El gobierno canadiense parece estar a punto de traer a casa a unas 40 mujeres y niños canadienses recluidos en terribles condiciones en un campo de detención sirio.
Es un cambio significativo de política, no necesariamente basado en la compasión, para los ciudadanos canadienses que han pasado los últimos años viviendo en condiciones miserables al aire libre, sujetos a la violencia de la naturaleza y otros reclusos.

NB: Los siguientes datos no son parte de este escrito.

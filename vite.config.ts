import vue from '@vitejs/plugin-vue'
import { defineConfig } from 'vitest/config'

const SERVER_ENTRIES = {
  main: 'server/main.ts',
  migrate: 'server/cli/migrate.ts',
  'load-demo': 'server/cli/load-demo.ts',
  'check-ledger': 'server/cli/check-ledger.ts',
}
const API_PORT = Number(process.env.WEIGHBACK_PORT ?? 8080)

export default defineConfig(({ isSsrBuild }) => ({
  plugins: [vue()],
  build: isSsrBuild
    ? { outDir: '.build/server', target: 'node20', emptyOutDir: true, minify: false, rollupOptions: { input: SERVER_ENTRIES } }
    : { outDir: '.build/client', target: 'es2022', emptyOutDir: true },
  server: { proxy: { '/api': { target: `http://127.0.0.1:${API_PORT}`, changeOrigin: false } } },
  test: {
    include: ['tests/**/*.test.ts'],
    globalSetup: 'tests/support/global-setup.ts',
    testTimeout: 20_000,
    hookTimeout: 60_000,
    pool: 'forks',
    maxWorkers: 2,
  },
}))
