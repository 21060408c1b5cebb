import { readdirSync } from 'node:fs'
import { readFile } from 'node:fs/promises'
import { basename } from 'node:path'
import vue from '@vitejs/plugin-vue'
import { transformWithOxc } from 'vite'
import type { Plugin } from 'vite'
import { VitePWA } from 'vite-plugin-pwa'
import { defineConfig } from 'vitest/config'

/** The server itself and each command of server/cli, built side by side. */
const serverEntries = (): Record<string, string> => ({
  main: 'server/main.ts',
  ...Object.fromEntries(readdirSync('server/cli').map((file) => [`cli/${basename(file, '.ts')}`, `server/cli/${file}`])),
})

/** Areas of the language file that the pages before the sign-in need; they stay small. */
const FIRST_AREAS = ['common', 'shell', 'account', 'units']
const PART = /^(.*\/shared\/language\/[\w-]+\.ts)\?(first|rest)$/

/** What the browser's build leaves out; src/language-compiler.ts reads the messages there. */
const LEFT_OUT = {
  __VUE_PROD_DEVTOOLS__: false,
  __VUE_I18N_LEGACY_API__: false,
  __VUE_I18N_FULL_INSTALL__: false,
  __INTLIFY_PROD_DEVTOOLS__: false,
  __INTLIFY_DROP_MESSAGE_COMPILER__: true,
}

export default defineConfig(({ command, isSsrBuild }) => ({
  plugins: [vue(), languageParts(), command === 'build' && !isSsrBuild ? [houseIcon(), installable()] : []],
  define: command === 'build' && !isSsrBuild ? LEFT_OUT : {},
  // Packages stay in node_modules for the server: only our own files are bundled, with their decorators' metadata.
  build: isSsrBuild
    ? { outDir: '.build/server', target: 'node20', copyPublicDir: false, sourcemap: true, rolldownOptions: { input: serverEntries(), checks: { bundlerTimings: false } } }
    : { outDir: '.build/client', target: 'es2022', rolldownOptions: { checks: { bundlerTimings: false } } },
  test: {
    include: ['tests/**/*.test.ts'],
    environment: 'node',
    globalSetup: 'tests/support/global-setup.ts',
    testTimeout: 60_000,
    hookTimeout: 180_000,
    pool: 'forks',
    maxWorkers: 2,
  },
}))

/**
 * Takes a language file apart for the browser: `en.ts?first` has the words before the sign-in, `en.ts?rest`
 * all others. So a language stays one file for whoever writes it.
 */
function languageParts(): Plugin {
  return {
    name: 'language-parts',
    async load(id) {
      const [, file, part] = PART.exec(id) ?? []
      if (!file) return null
      this.addWatchFile(file)
      const { code } = await transformWithOxc(await readFile(file, 'utf8'), file)
      const language: Record<string, Record<string, unknown>> = await import(`data:text/javascript,${encodeURIComponent(code)}`)
      const areas = Object.entries(language[basename(file, '.ts')] ?? {})
      const words = areas.filter(([area]) => FIRST_AREAS.includes(area) === (part === 'first'))
      return { code: `export const words = ${JSON.stringify(Object.fromEntries(words))}`, moduleType: 'js' }
    },
  }
}

/** The mark of the house under a name that the manifest can give. */
function houseIcon(): Plugin {
  return {
    name: 'house-icon',
    async generateBundle() {
      this.emitFile({ type: 'asset', fileName: 'icon.svg', source: await readFile('src/assets/mark.svg') })
    },
  }
}

/**
 * Makes the client installable and its files usable without a line. The page itself is not among the files laid
 * up in advance: it carries the nonce of its own content policy, so the last one that the server gave is kept whole.
 */
const installable = () => VitePWA({
  injectRegister: null,
  registerType: 'autoUpdate',
  manifest: {
    name: 'Weighback', short_name: 'Weighback', description: 'Every pound accounted for.', start_url: '/', display: 'standalone',
    background_color: '#f4ede0', theme_color: '#12392f', icons: [{ src: '/icon.svg', sizes: 'any', type: 'image/svg+xml', purpose: 'any' }],
  },
  workbox: {
    globPatterns: ['**/*.{js,css,woff2,svg}'],
    navigateFallback: null,
    cleanupOutdatedCaches: true,
    runtimeCaching: [{
      urlPattern: ({ request, url }) => request.mode === 'navigate' && !url.pathname.startsWith('/api/'),
      handler: 'NetworkFirst',
      options: { cacheName: 'page', networkTimeoutSeconds: 4, plugins: [{ cacheKeyWillBeUsed: () => Promise.resolve('/') }] },
    }],
  },
})
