describe('the list of circuits', () => {
  it('leads from the worst to the best, each exactly once, however short the pages', async () => {
    const { officer } = await aCompany(server)
    const cylinder = await stock(officer)
    // 10, 6, 3, 2 of 100 lb after 90 days are 40.6, 24.3, 12.2 and 8.1 % against 10 %; worked by hand
    const made: string[] = []
    for (const amount of ['10', '6', '3', '2']) made.push((await aLeakingCircuit(officer, cylinder.id, amount)).id)
    const flat = await aCircuit(officer, { pounds: '100' })
    const mothballed = await aCircuit(officer, { pounds: '100', status: 'mothballed' })
    const expected = [...made.slice(0, 3), flat.id, made[3], mothballed.id]
    for (const limit of [1, 2, 4]) {
      const rows = await everyPage<CircuitStanding>(officer, '/api/circuits', limit)
      expect(rows.map(({ id }) => id)).toEqual(expected)
      expect(rows.map(({ standing }) => standing)).toEqual(['over', 'over', 'over', 'flat', 'near', 'none'])
    }
    expect((await everyPage<CircuitStanding>(officer, '/api/circuits?standing=over', 2)).map(({ id }) => id)).toEqual(made.slice(0, 3))
    expect((await everyPage<CircuitStanding>(officer, '/api/circuits?sort=rate', 2)).map(({ id }) => id).slice(-4)).toEqual([...made].reverse())
    for (const sort of ['name', '-name', 'site', '-site'])
      expect((await everyPage<CircuitStanding>(officer, `/api/circuits?sort=${sort}`, 2)).map(({ id }) => id).sort()).toEqual([...expected].sort())
  })

  it('is narrowed to a site and a system and found by tag and refrigerant', async () => {
    const { officer } = await aCompany(server)
    const system = await aSystem(officer, { tag: 'WC-1' })
    const circuit = await aCircuit(officer, { systemId: system.id, refrigerant: 'R-404A' })
    await aCircuit(officer)
    for (const query of [`siteId=${system.siteId}`, `systemId=${system.id}`, `customerId=${system.customerId}`, 'search=wc-1', 'search=404a'])
      expect((await officer.get(`/api/circuits?${query}`).expect(200)).body.rows.map(({ id }: CircuitStanding) => id)).toEqual([circuit.id])
    expect(fieldsOf(await officer.get('/api/circuits?standing=bad').expect(422))).toEqual(['standing'])
  })
})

A un niño canadiense recientemente le golpearon la cabeza con piedras lanzadas por detenidos iraquíes alojados en el mismo campamento. Una enfermera le cosió el cuero cabelludo y lo envió de regreso con su madre y su hogar: una tienda de campaña plantada en el desierto, rodeada de guardias kurdos armados y vallas altas.
Los canadienses se encuentran entre los miles de ciudadanos extranjeros detenidos después de la guerra con el Estado Islámico, reducidos a la condición de prisioneros en virtud de sus matrimonios con combatientes extranjeros. La mayoría le dirá que no tenían idea de en qué se estaban metiendo y que nunca estuvieron involucrados en la violencia.
Los defensores de los derechos humanos describen a sus hijos como víctimas inocentes, obligados a sufrir por las acciones de otros y privados de una infancia normal.